I know I'll get tons of people coming online to berate me for cheating. But here goes.
I met this guy and we are quite compatible. My history is that I came out of a seven year relationship, a break up I regret, and started seeing shortly (about 3 years ago). A few months into the relationship, I drunkenly kissed someone else but stopped when I realised what I was doing and left the party. The background to that kiss was that I was also very suicidal and depress at that point in time and my friends thought going to a party might cheer me up. I desperately needed some validation as I had an accident and felt disfigured due to some minor scarring (not a concern now). I never told the guy and in the end it was a combination of my depression and his inability to commit which broke us up.
And now, after a year, we are back together and things were going well. However, he had a possible good job offer in another country which would meant that we would break up as the stint was about 3 years. He had to go for several interviews before the company would make the decision. He did mention that he would probably get the same job satisfaction here but going overseas would give him a leg -up and if he got the job he would go and I will never see him again. I helped him with preparing for interviews and alike because I wanted to give him full support. At the same time, we kept the relationship going which was pretty stupid. I couldn't tell him how betrayed I actually felt or that I felt like a second choice or a back-up plan, just in case the job fell through. He's a naturally anxious person so I did not want to stress him up before his final hurdle. But I do feel unloved, like a backup plan, and someone who's just good enough, but not the best. Anyway, to cut the long story short, I went out for dinner with an ex who remained a good friend. There was alcohol involved but it's no excuse for sleeping with him (no actual intercourse but at this point it doesn't matter what was done). I felt awful about what happened because I realised I do love my guy a lot, which was why I remained even though he obviously wanted the job overseas and even helped him with his interviews and what not while I was crying inside all the time. I was sure he was going to get the job as he made a lot of money for his company in the previous year despite the financial situation globally. The job unforuntately went to someone else. But he told me that not getting job is a blessing in disguise as he would rather be with me and now we are planning to be fully committed in the relationship. Of course someone made a wisecrack about how he said that because he did not get the job.
I don't quite know what to do now. I have spoken to a counsellor who knew all about my past and thought that if I really want to move forward with this guy, I probably should not tell him about the incident since it's only once and she understood the circumstances behind it, break off all contact with the guy, feel guilty and write some letter and seal it up, and not do it again. I feel like I do not deserve him anyway as if we count that drunken kiss during our first try at dating years back, then it's twice, and I probably should just break up with him and not tell him why, because that would shatter his low self-esteem even more and affect him at this crucial time when he needs to perform (preparing for the interview took out some time so he's under a mountain of stress to reach his quota). He is also feeling extremely low on himself as the person directly above him in his job too had just changed and his new boss is extremely difficult on him. I thought about keeping it a secret for about 3 to 6 months too until things get better in his job, or he is feeling less stress, before leaving. I don't really want to leave as I feel truly happy for once, like we have something good, finally (after he lost the job offer he was thinking more about our future and being more focus on his committment). I find that I made a huge mistake though which is unforgiveable and that I should just leave this relationship and be alone, miserable and depress for the rest of my life (I'm in my early thirties and if this don't work out I'm probably going to be spinster anyway).

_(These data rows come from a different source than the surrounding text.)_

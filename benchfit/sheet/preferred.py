"""Preferred numbers of resistors and capacitors (IEC 60063:2015)."""

from __future__ import annotations

import math
from functools import cache

SERIES = {"E3": 3, "E6": 6, "E12": 12, "E24": 24, "E48": 48, "E96": 96, "E192": 192}
# Tolerance for which each series was made, in the order of SERIES.
_TOLERANCES = (("E192", 0.005), ("E96", 0.01), ("E48", 0.02), ("E24", 0.05), ("E12", 0.10), ("E6", 0.20))
# The two-digit series are older than the rule: where it gives the first, the standard has the second.
_TWO_DIGITS = {26: 27, 29: 30, 32: 33, 35: 36, 38: 39, 42: 43, 46: 47, 83: 82}
_THREE_DIGITS = {919: 920}


@cache
def values(series: str) -> tuple[float, ...]:
    """The values of one decade, 1 ≤ x < 10.

    The rule is 10^(i/N) rounded to two significant digits (E3 to E24) or three (E48 to E192); the
    exceptions are those of the standard.

    Raises
    ------
    KeyError
        Where the series is not one of IEC 60063.
    """
    count = SERIES[series]
    scale, exceptions = (10, _TWO_DIGITS) if count <= 24 else (100, _THREE_DIGITS)
    raw = [round(scale * 10 ** (i / count)) for i in range(count)]
    return tuple(exceptions.get(n, n) / scale for n in raw)


def nearest(value: float, series: str) -> float:
    """The value of the series that is nearest in ratio, in the same unit."""
    below, above = neighbours(value, series)
    return below if value / below <= above / value else above


def neighbours(value: float, series: str) -> tuple[float, float]:
    """The values of the series next below (or at) and next above a positive value."""
    if not (value > 0 and math.isfinite(value)):
        raise ValueError(f"preferred numbers are positive, got {value}")
    decade = math.floor(math.log10(value))
    ladder = [_decimal(m, d) for d in (decade - 1, decade, decade + 1) for m in values(series)]
    below = max(x for x in ladder if x <= value * (1 + 1e-9))
    above = min(x for x in ladder if x > value * (1 + 1e-9))
    return below, above


def ladder(low: float, high: float, *series: str) -> tuple[float, ...]:
    """All values of the series (together) from ``low`` to ``high``, ascending."""
    decades = range(math.floor(math.log10(low)) - 1, math.floor(math.log10(high)) + 2)
    every = {_decimal(m, d) for name in series for d in decades for m in values(name)}
    return tuple(sorted(x for x in every if low <= x <= high))


def series_for(tolerance: float) -> str:
    """The series made for a symmetrical tolerance (a fraction: 0.05 → "E24").

    A tolerance between two classes takes the coarser series, one over 20 % takes E3 (classes: IEC 60063).
    """
    for name, limit in _TOLERANCES:
        if tolerance <= 1.01 * limit:  # half a logarithmic width is a little more than the fraction
            return name
    return "E3"


def stocked(tolerance: float) -> tuple[str, ...]:
    """The series that a drawer of that tolerance holds: the E24 values are made at 1 % and 2 % as well.

    E24 is no part of E96: only 10, 11, 13, 15, 20 and 75 are in both (common practice: look up both).
    """
    series = series_for(tolerance)
    return (series, "E24") if SERIES[series] > 24 else (series,)


def _decimal(mantissa: float, decade: int) -> float:
    return float(f"{mantissa:g}e{decade}")
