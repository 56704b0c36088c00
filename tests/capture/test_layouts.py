"""Every family of layouts and every trap in them, as small files of our own invention in the style of real exports."""

from __future__ import annotations

import math
from collections.abc import Callable
from dataclasses import dataclass, field
from pathlib import Path
from typing import Any

import numpy as np
import pytest

from benchfit.capture import read

Write = Callable[..., Path]


def wave(k: int) -> float:
    """Some voltage that goes up and down between 1 V and 3 V in steps of 0.02 V."""
    return round((2 + math.sin(0.37 * k) + 0.0001 * k) / 0.02) * 0.02


def table(n: int, row: str, start: float = -1e-3, step: float = 1e-4) -> str:
    """``n`` rows; in ``row`` stand {t}, {v} (up and down), {w} (two levels), {k} (number from 0)."""
    return "".join(
        row.format(t=start + k * step, v=wave(k), w=5.0 * (k // 4 % 2), k=k) + "\n" for k in range(n)
    )


@dataclass(frozen=True)
class Case:
    """A file and what it must be read as."""

    name: str
    text: str
    samples: int
    interval: float
    start: float = -1e-3
    names: tuple[str, ...] = ("CH1",)
    units: tuple[str, ...] = ("V",)
    codes: frozenset[str] = frozenset()
    options: dict[str, Any] = field(default_factory=dict)


TV = "{t:.6e},{v:.4f}"
TVW = TV + ",{w:.4f}"
SETTINGS_LEFT = (
    "Record Length,4.000000e+01,,", "Sample Interval,1.000000e-04,,", "Trigger Point,1.25e+03,,", ",,,", ",,,", "Source,CH2,,",
    "Vertical Units,V,,", "Vertical Scale,2.0e-02,,", "Horizontal Units,s,,", "Pt Fmt,Y,,", "Yzero,0.0e+00,,", "Probe Atten,1.0e+00,,",
)  # fmt: skip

I'm just so mad at myself right now for hurting him and hurting myself (yes, cheating hurts the cheatee too). I thought about it all ways and all three ways would hurt him heaps. If I tell him about the cheating, he would be hurt, his self-esteem would plummet, he might not perform well at his job and maybe lose it or lose further chances at promotion as this is a very crucial year for him. I'll be devastated too as we would most likely break up and we'll both be depressed. If I leave him, it'll probably be the same too. If I do not tell him, well, maybe technically in this relationship it's "once" but given that drunken kiss, it's probably "twice" and that's a no-no in most people books, and mine... even once is, well I'll be hurting myself because even though i'm guilty, I beat myself up every day to the point of exhaustion, there'll always be a part of me that wonders if he should know. I'm usually faithful to a fault in my other relationships. It's just that with him, shit always happens such as the accident, depression, and his job offer which he chose the possibility of a promotion over building a future with me, etc. etc.
Selfishly, I really want this relationship to move forward because right now, we are good for each other. We make each other extremely happy now. He's also in a lot of stress and finds me to be a huge support and comfort. But at the same time, I think that he should dump me or I should leave him and let someone else be all that is to him. Someone else like me (he said I was perfect for him) but without the cheating incident. Only these options remain because I know once I confess, our relationship will never be the same and even if he stayed, we'll end up breaking up. That's what my friends in similar situations said anyway. Two never told, never did it again and they are happy as larks- got married, kids, all that. Three told and for 2 of them, their exes and them are still miserably alone up to today. For the exes I think it's the thought of betrayal which ruined them for other relationships, plus they really love those two friends of mine but cannot get past the cheating.
I don't know what to do at this point.